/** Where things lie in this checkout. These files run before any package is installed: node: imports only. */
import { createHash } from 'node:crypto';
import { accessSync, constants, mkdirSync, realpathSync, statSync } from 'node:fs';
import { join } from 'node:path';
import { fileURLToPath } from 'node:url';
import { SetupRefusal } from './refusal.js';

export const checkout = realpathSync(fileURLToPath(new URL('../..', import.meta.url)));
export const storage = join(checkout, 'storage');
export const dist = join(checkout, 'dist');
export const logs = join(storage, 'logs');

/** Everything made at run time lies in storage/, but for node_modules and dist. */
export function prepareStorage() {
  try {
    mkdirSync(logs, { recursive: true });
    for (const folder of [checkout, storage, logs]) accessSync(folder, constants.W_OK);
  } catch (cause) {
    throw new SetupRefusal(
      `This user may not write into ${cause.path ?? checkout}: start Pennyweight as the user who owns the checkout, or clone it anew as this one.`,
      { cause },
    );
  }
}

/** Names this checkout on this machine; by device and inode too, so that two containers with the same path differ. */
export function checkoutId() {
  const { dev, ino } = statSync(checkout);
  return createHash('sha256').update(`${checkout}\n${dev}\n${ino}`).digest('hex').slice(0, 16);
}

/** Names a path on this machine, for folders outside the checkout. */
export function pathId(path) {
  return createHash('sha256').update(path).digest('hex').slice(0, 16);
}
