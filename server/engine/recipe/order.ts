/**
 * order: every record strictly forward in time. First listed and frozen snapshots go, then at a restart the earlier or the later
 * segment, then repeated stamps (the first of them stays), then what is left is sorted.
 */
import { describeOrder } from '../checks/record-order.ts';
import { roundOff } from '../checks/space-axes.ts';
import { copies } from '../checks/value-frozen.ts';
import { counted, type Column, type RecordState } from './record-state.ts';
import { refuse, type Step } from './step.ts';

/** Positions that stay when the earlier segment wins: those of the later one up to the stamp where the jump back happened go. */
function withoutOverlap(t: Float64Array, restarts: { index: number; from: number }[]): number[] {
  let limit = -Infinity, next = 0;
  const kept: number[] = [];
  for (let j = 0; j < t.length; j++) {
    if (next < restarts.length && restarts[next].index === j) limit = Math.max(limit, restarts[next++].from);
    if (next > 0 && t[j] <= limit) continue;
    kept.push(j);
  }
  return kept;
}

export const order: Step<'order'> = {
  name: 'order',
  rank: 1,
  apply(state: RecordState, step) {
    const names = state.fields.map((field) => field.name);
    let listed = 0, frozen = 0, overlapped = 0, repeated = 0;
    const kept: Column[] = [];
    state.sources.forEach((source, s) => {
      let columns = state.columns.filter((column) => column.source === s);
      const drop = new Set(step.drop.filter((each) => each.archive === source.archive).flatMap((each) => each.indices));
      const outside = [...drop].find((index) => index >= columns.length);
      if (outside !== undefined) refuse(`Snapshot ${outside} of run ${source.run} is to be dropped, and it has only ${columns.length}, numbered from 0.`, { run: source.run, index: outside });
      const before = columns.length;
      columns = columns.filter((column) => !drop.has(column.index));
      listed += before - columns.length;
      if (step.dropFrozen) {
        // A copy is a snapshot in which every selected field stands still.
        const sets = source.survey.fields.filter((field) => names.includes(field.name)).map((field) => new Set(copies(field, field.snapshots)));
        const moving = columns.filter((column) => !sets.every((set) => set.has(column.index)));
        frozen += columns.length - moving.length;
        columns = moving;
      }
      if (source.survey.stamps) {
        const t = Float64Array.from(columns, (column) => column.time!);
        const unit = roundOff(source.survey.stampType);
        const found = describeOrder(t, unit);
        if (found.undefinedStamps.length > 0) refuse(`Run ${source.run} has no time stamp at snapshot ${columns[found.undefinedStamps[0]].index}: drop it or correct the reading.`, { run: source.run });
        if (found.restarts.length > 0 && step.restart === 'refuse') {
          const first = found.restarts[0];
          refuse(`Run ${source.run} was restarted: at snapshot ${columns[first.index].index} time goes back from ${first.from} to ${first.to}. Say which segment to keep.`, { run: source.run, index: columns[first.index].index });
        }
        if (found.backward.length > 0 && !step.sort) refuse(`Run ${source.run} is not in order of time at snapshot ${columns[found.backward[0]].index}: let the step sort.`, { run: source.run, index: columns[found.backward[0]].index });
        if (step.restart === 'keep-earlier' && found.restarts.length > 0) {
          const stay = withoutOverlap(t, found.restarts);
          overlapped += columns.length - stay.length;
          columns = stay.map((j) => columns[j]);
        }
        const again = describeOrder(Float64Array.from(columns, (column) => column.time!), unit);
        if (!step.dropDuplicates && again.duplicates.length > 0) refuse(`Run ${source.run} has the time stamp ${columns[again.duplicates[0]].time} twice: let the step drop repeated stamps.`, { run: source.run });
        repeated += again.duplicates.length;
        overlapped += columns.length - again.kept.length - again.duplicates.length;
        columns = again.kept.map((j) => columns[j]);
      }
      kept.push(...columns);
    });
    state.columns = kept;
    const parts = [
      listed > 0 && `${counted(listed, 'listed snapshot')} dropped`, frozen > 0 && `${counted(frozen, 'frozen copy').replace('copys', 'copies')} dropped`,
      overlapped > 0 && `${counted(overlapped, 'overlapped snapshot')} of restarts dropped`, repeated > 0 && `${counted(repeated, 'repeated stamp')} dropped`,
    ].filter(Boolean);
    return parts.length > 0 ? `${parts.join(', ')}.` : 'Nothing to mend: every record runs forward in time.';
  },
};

*WHAT THE TASK ASKS*: Repeat the records above exactly, from the first line to the last.

*ANSWER TO THIS TASK*:
/** Where things lie in this checkout. These files run before any package is installed: node: imports only. */
import { createHash } from 'node:crypto';
import { accessSync, constants, mkdirSync, realpathSync, statSync } from 'node:fs';
import { join } from 'node:path';
import { fileURLToPath } from 'node:url';
import { SetupRefusal } from './refusal.js';

export const checkout = realpathSync(fileURLToPath(new URL('../..', import.meta.url)));
export const storage = join(checkout, 'storage');
export const dist = join(checkout, 'dist');
export const logs = join(storage, 'logs');

/** Everything made at run time lies in storage/, but for node_modules and dist. */
export function prepareStorage() {
  try {
    mkdirSync(logs, { recursive: true });
    for (const folder of [checkout, storage, logs]) accessSync(folder, constants.W_OK);
  } catch (cause) {
    throw new SetupRefusal(
      `This user may not write into ${cause.path ?? checkout}: start Pennyweight as the user who owns the checkout, or clone it anew as this one.`,
      { cause },
    );
  }
}

/** Names this checkout on this machine; by device and inode too, so that two containers with the same path differ. */
export function checkoutId() {
  const { dev, ino } = statSync(checkout);
  return createHash('sha256').update(`${checkout}\n${dev}\n${ino}`).digest('hex').slice(0, 16);
}

/** Names a path on this machine, for folders outside the checkout. */
export function pathId(path) {
  return createHash('sha256').update(path).digest('hex').slice(0, 16);
}
filename server/engine/recipe/order.ts
/**
 * order: every record strictly forward in time. First listed and frozen snapshots go, then at a restart the earlier or the later
 * segment, then repeated stamps (the first of them stays), then what is left is sorted.
 */
import { describeOrder } from '../checks/record-order.ts';
import { roundOff } from '../checks/space-axes.ts';
import { copies } from '../checks/value-frozen.ts';
import { counted, type Column, type RecordState } from './record-state.ts';
import { refuse, type Step } from './step.ts';

/** Positions that stay when the earlier segment wins: those of the later one up to the stamp where the jump back happened go. */
function withoutOverlap(t: Float64Array, restarts: { index: number; from: number }[]): number[] {
  let limit = -Infinity, next = 0;
  const kept: number[] = [];
  for (let j = 0; j < t.length; j++) {
    if (next < restarts.length && restarts[next].index === j) limit = Math.max(limit, restarts[next++].from);
    if (next > 0 && t[j] <= limit) continue;
    kept.push(j);
  }
  return kept;
}

export const order: Step<'order'> = {
  name: 'order',
  rank: 1,
  apply(state: RecordState, step) {
    const names = state.fields.map((field) => field.name);
    let listed = 0, frozen = 0, overlapped = 0, repeated = 0;
    const kept: Column[] = [];
    state.sources.forEach((source, s) => {
      let columns = state.columns.filter((column) => column.source === s);
      const drop = new Set(step.drop.filter((each) => each.archive === source.archive).flatMap((each) => each.indices));
      const outside = [...drop].find((index) => index >= columns.length);
      if (outside !== undefined) refuse(`Snapshot ${outside} of run ${source.run} is to be dropped, and it has only ${columns.length}, numbered from 0.`, { run: source.run, index: outside });
      const before = columns.length;
      columns = columns.filter((column) => !drop.has(column.index));
      listed += before - columns.length;
      if (step.dropFrozen) {
        // A copy is a snapshot in which every selected field stands still.
        const sets = source.survey.fields.filter((field) => names.includes(field.name)).map((field) => new Set(copies(field, field.snapshots)));
        const moving = columns.filter((column) => !sets.every((set) => set.has(column.index)));
        frozen += columns.length - moving.length;
        columns = moving;
      }
      if (source.survey.stamps) {
        const t = Float64Array.from(columns, (column) => column.time!);
        const unit = roundOff(source.survey.stampType);
        const found = describeOrder(t, unit);
        if (found.undefinedStamps.length > 0) refuse(`Run ${source.run} has no time stamp at snapshot ${columns[found.undefinedStamps[0]].index}: drop it or correct the reading.`, { run: source.run });
        if (found.restarts.length > 0 && step.restart === 'refuse') {
          const first = found.restarts[0];
          refuse(`Run ${source.run} was restarted: at snapshot ${columns[first.index].index} time goes back from ${first.from} to ${first.to}. Say which segment to keep.`, { run: source.run, index: columns[first.index].index });
        }
        if (found.backward.length > 0 && !step.sort) refuse(`Run ${source.run} is not in order of time at snapshot ${columns[found.backward[0]].index}: let the step sort.`, { run: source.run, index: columns[found.backward[0]].index });
        if (step.restart === 'keep-earlier' && found.restarts.length > 0) {
          const stay = withoutOverlap(t, found.restarts);
          overlapped += columns.length - stay.length;
          columns = stay.map((j) => columns[j]);
        }
        const again = describeOrder(Float64Array.from(columns, (column) => column.time!), unit);
        if (!step.dropDuplicates && again.duplicates.length > 0) refuse(`Run ${source.run} has the time stamp ${columns[again.duplicates[0]].time} twice: let the step drop repeated stamps.`, { run: source.run });
        repeated += again.duplicates.length;
        overlapped += columns.length - again.kept.length - again.duplicates.length;
        columns = again.kept.map((j) => columns[j]);
      }
      kept.push(...columns);
    });
    state.columns = kept;
    const parts = [
      listed > 0 && `${counted(listed, 'listed snapshot')} dropped`, frozen > 0 && `${counted(frozen, 'frozen copy').replace('copys', 'copies')} dropped`,
      overlapped > 0 && `${counted(overlapped, 'overlapped snapshot')} of restarts dropped`, repeated > 0 && `${counted(repeated, 'repeated stamp')} dropped`,
    ].filter(Boolean);
    return parts.length > 0 ? `${parts.join(', ')}.` : 'Nothing to mend: every record runs forward in time.';
  },
};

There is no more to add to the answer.